Check if $ x+2 $ is a factor of $ x^{3}+3x^{2}-10x+24 $.
Answer
The synthetic division table is:
$$ \begin{array}{c|rrrr}-2&1&3&-10&24\\& & -2& -2& \color{black}{24} \\ \hline &\color{blue}{1}&\color{blue}{1}&\color{blue}{-12}&\color{orangered}{48} \end{array} $$Because the remainder $ \left( \color{red}{ 48 } \right) $ is not zero, we conclude that the $ x+2 $ is not a factor of $ x^{3}+3x^{2}-10x+24$.
Explanation
First we need to create a synthetic division table.
Step 1 : Write down the coefficients of the dividend into division table.
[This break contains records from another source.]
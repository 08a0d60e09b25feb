"""Ridge, lasso, elastic-net and group-lasso fits of cumulative-link models.

The model is that of :mod:`riskvet.modelling.fitter`,
``P(Y <= j | x) = F(theta_j - x beta - offset)``, and the estimate minimises

    -loglik(theta, beta) / sum(w) + alpha * (l1_ratio * P1(beta) + (1 - l1_ratio) / 2 * ||beta||^2)

over the coefficients of the penalised columns (thresholds and the
``unpenalized`` columns carry no penalty).  ``P1`` is the L1 norm, or with
groups of columns the group-lasso norm ``sum_g sqrt(p_g) ||beta_g||``, so a
multi-column term (a spline basis, the indicators of a category) enters or
leaves the model whole.

:func:`fit_penalized` fits one penalty, :func:`penalty_path` a decreasing
sequence of penalties with warm starts, and :func:`tune_penalty` chooses the
penalty by k-fold cross-validated log-likelihood on standardised columns and
reports the final fit on the original scale.
"""

from __future__ import annotations

import dataclasses
import math
import numbers
import warnings
from typing import Any, Mapping, NamedTuple

import numpy as np
import pandas as pd

from .._jsonable import to_jsonable
from ..errors import ConvergenceWarning, CrossingWarning, DesignError, FitError, RiskvetWarning, problem
from .fitter import (
    DEFAULT_MAX_ITER,
    CumulativeFit,
    LRTest,
    _Design,
    _admissible,
    _as_matrix,
    _as_outcome,
    _as_vector,
    _check_levels,
    _chol_scaled,
    _chol_solve,
    _default_start,
    _evaluate,
    _fit_arrays,
    _grad_hess,
    _gradient,
    _make_design,
    _null_loglik,
    _param_names,
    _raise_if_collinear,
    _start_vector,
    _to_centred,
    _to_natural,
    one_blas_thread,
)
from .folds import cluster_folds
from .links import LINKS

__all__ = ["fit_penalized", "penalty_path", "tune_penalty", "PenaltyPath", "PenaltyChoice"]

#: Convergence tolerance on the proximal Newton decrement, on the scale of the
#: summed log-likelihood (the fitter's Newton decrement uses the same scale).
DEFAULT_TOL = 1e-8
#: Smallest penalty of a default path as a share of the largest (Friedman,
#: Hastie & Tibshirani 2010, section 2.5), and for ridge (see :func:`penalty_path`).
DEFAULT_ALPHA_MIN_RATIO = 1e-3
RIDGE_ALPHA_MIN_RATIO = 1e-4
#: A pure ridge penalty never sets a coefficient to zero, so its path starts
#: where a penalty with this l1 share would (see :func:`penalty_path`).
RIDGE_L1_FLOOR = 0.01
# Sufficient-decrease constant of the backtracking line search (common practice).
_ARMIJO = 1e-4
_MAX_HALVINGS = 50
_MAX_SWEEPS = 10_000
# Relative floor of the eigenvalues of a group's block of the quadratic model:
# it keeps a block solvable and leaves the fixed point, hence the estimate, unchanged.
_EIGEN_FLOOR = 1e-12
_ALPHA_MAX_MARGIN = 1e-8
# Held-out log-likelihoods this close (relative) count as tied.
_TIE = 1e-10


# --------------------------------------------------------------------------
# Input
# --------------------------------------------------------------------------


class _Inputs(NamedTuple):
    """Validated arrays of one call (rows with zero weight dropped)."""

    X: np.ndarray
    y: np.ndarray
    K: int
    w: np.ndarray
    unit: bool
    off: np.ndarray | None
    levels: tuple
    columns: tuple
    link: str
    proportional: bool
    groups: dict | None  # name -> list of column names, as given
    unpenalized: tuple


class _Penalty(NamedTuple):
    """Where the penalty falls, as indices into the parameter vector."""

    free: np.ndarray  # unpenalised parameters: thresholds, then those of unpenalised columns
    groups: tuple  # one index array per penalised group
    weights: np.ndarray  # sqrt(number of parameters) of each group
    pen: np.ndarray  # every penalised parameter
    names: tuple  # group names (a column's name for a column on its own)
    columns: tuple  # column indices of each group
    single: np.ndarray  # the parameters that are groups of their own (weight 1)
    multi: tuple  # (indices, weight) of the larger groups


def _check_common(link, proportional, max_iter, tol) -> None:
    if link not in LINKS:
        raise FitError(problem("link", allowed=f"one of {list(LINKS)}", received=link))
    if not isinstance(proportional, (bool, np.bool_)):
        raise FitError(problem("proportional", allowed="True or False", received=proportional))
    if not isinstance(max_iter, (int, np.integer)) or isinstance(max_iter, bool) or max_iter < 1:
        raise FitError(problem("max_iter", allowed="a positive integer", received=max_iter))
    if not isinstance(tol, (int, float)) or isinstance(tol, bool) or not 0.0 < float(tol) < 1.0:
        raise FitError(problem("tol", allowed="a number in (0, 1)", received=tol))


def _check_l1_ratio(l1_ratio) -> float:
    ok = isinstance(l1_ratio, numbers.Real) and not isinstance(l1_ratio, bool) and 0.0 <= float(l1_ratio) <= 1.0
    if not ok:
        raise FitError(problem("l1_ratio", allowed="a number in [0, 1]", received=l1_ratio))
    return float(l1_ratio)


def _check_alpha(alpha, where: str = "alpha") -> float:
    ok = isinstance(alpha, numbers.Real) and not isinstance(alpha, bool) and math.isfinite(float(alpha)) and float(alpha) >= 0.0
    if not ok:
        raise FitError(problem(where, allowed="a finite number >= 0", received=alpha))
    return float(alpha)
Put the zero from $ x + 2 = 0 $ ( $ x = \color{blue}{ -2 } $ ) at the left.
$$ \begin{array}{c|rrrr}\color{blue}{-2}&1&3&-10&24\\& & & & \\ \hline &&&& \end{array} $$Step 1 : Bring down the leading coefficient to the bottom row.
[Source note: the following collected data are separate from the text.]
"""Figures of a record: one module per stage family, one style.

:mod:`~riskvet.reporting.figures.performance` holds the style (Okabe-Ito
colours with distinct line styles and markers, readable in greyscale; fonts
sized for figures about 6.4 in wide that stay legible when a page scales them
to a 390 px screen) and the curves every validation shows (ROC, calibration,
decision curves), with the calibration figure's statistics as a table and
its counts as a results file may hold them;
:mod:`~riskvet.reporting.figures.derivation` (with the proportional-odds
figure, table and sentence),
:mod:`~riskvet.reporting.figures.agreement`,
:mod:`~riskvet.reporting.figures.internal_validation` and
:mod:`~riskvet.reporting.figures.external_validation` the figures of those
stages (the last also draws updating).  Every function takes result objects
and returns a matplotlib Figure; none computes a statistic.  A figure that
draws counts of people (grouped proportions, distributions of predictions)
takes ``min_cell_count`` and draws none below it.  Figures may import the
layers above reporting and :mod:`riskvet.reporting.labels` and
:mod:`riskvet.reporting.disclosure`.
"""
$$ \begin{array}{c|rrrr}-2&\color{orangered}{ 1 }&3&-10&24\\& & & & \\ \hline &\color{orangered}{1}&&& \end{array} $$Step 2 : Multiply by the number on the left, and carry the result into the next column: $ \color{blue}{ -2 } \cdot \color{blue}{ 1 } = \color{blue}{ -2 } $.
$$ \begin{array}{c|rrrr}\color{blue}{-2}&1&3&-10&24\\& & \color{blue}{-2} & & \\ \hline &\color{blue}{1}&&& \end{array} $$Step 3 : Add down last column: $ \color{orangered}{ 3 } + \color{orangered}{ \left( -2 \right) } = \color{orangered}{ 1 } $
$$ \begin{array}{c|rrrr}-2&1&\color{orangered}{ 3 }&-10&24\\& & \color{orangered}{-2} & & \\ \hline &1&\color{orangered}{1}&& \end{array} $$Step 4 : Multiply by the number on the left, and carry the result into the next column: $ \color{blue}{ -2 } \cdot \color{blue}{ 1 } = \color{blue}{ -2 } $.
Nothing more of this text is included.